[[ SOURCE DATA open ]]

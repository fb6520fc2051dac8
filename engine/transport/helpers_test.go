package transport

import (
	"math"
	"testing"

	"drawsift/engine/thermo"
)

// Test constants, T = 25 °C. R is a parameter of the test problems and
// must equal testdata/flux_scipy.py's R_GAS, with which the reference
// table was made: the CODATA 2018 value rounded to 10 figures (the exact
// value, thermo.GasConstant = 8.31446261815324, differs by 2e-11
// relative).
const (
	rGas  = 8.314462618
	tK    = 298.15
	rt    = rGas * tK
	lmh   = thermo.MPerSPerLMH
	lmhb  = thermo.MPerSPaPerLMHPerBar
	bar   = thermo.PascalPerBar
	um    = 1e-6
	dNaCl = 1.47e-9 // m²/s; a typical salt diffusivity, test input only
)

// Test osmotic functions. These are functions of our own for exercising the
// solver, not data for any real solute.

// vantHoff returns the van 't Hoff law π = ν·R·T·c.
func vantHoff(nu float64) OsmoticFunc {
	k := nu * rt
	return func(c float64) (float64, float64) { return k * c, k }
}

// Non-linear test law π = ν·R·T·c·(1 + a·c + b·c²); the same a, b are used
// in testdata/flux_scipy.py.
const (
	nlA = 2e-5 // m³/mol
	nlB = 1e-8 // m⁶/mol²
)

func nonlinear(nu float64) OsmoticFunc {
	k := nu * rt
	return func(c float64) (float64, float64) {
		return k * c * (1 + c*(nlA+nlB*c)), k * (1 + c*(2*nlA+3*nlB*c))
	}
}

// lambertW returns the principal branch W(x), x ≥ 0, by Halley's iteration
// on w·e^w − x (Corless et al. 1996, Adv. Comput. Math. 5:329, eq. 5.9).
// Written for the tests independently of the solver's own first guess.
func lambertW(x float64) float64 {
	w := math.Log1p(x) // start: W(x) ≤ ln(1 + x)
	for i := 0; i < 100; i++ {
		ew := math.Exp(w)
		f := w*ew - x
		wn := w - f/(ew*(w+1)-(w+2)*f/(2*w+2))
		if math.Abs(wn-w) <= 1e-15*math.Abs(wn) {
			return wn
		}
		w = wn
	}
	return w
}

// closeTo reports whether got is within tol of want, relative to |want|, or
// absolutely when |want| < abs (the stdlib/gonum abs-or-rel rule).
func closeTo(got, want, tol, abs float64) bool {
	d := math.Abs(got - want)
	if math.Abs(want) < abs {
		return d <= tol*abs
	}
	return d <= tol*math.Abs(want)
}

func mustSolve(t testing.TB, in *Input) Result {
	t.Helper()
	r, err := Solve(in)
	if err != nil {
		t.Fatalf("Solve: %v", err)
	}
	return r
}

// oneSpecies builds the common single-solute input.
func oneSpecies(aLMHbar, bLMH, sUM float64, ori Orientation, cDraw, cFeed float64, pi OsmoticFunc) *Input {
	return &Input{
		AMPerSPa: aLMHbar * lmhb, SM: sUM * um, Orientation: ori,
		KDrawMPerS: math.Inf(1), KFeedMPerS: math.Inf(1),
		Species: []Species{{Name: "draw", DrawBulkMolPerM3: cDraw, FeedBulkMolPerM3: cFeed,
			BMPerS: bLMH * lmh, DM2PerS: dNaCl, Pi: pi}},
	}
}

[[ SOURCE DATA closed ]]

- _EXERCISE REQUIREMENTS_: Take the line that holds "AMPerSPa: aLMHbar *" as the first line and the last line of the data as the final one. Retype everything between, both included, exactly.

- _TASK RESPONSE_:
		AMPerSPa: aLMHbar * lmhb, SM: sUM * um, Orientation: ori,
		KDrawMPerS: math.Inf(1), KFeedMPerS: math.Inf(1),
		Species: []Species{{Name: "draw", DrawBulkMolPerM3: cDraw, FeedBulkMolPerM3: cFeed,
			BMPerS: bLMH * lmh, DM2PerS: dNaCl, Pi: pi}},
	}
}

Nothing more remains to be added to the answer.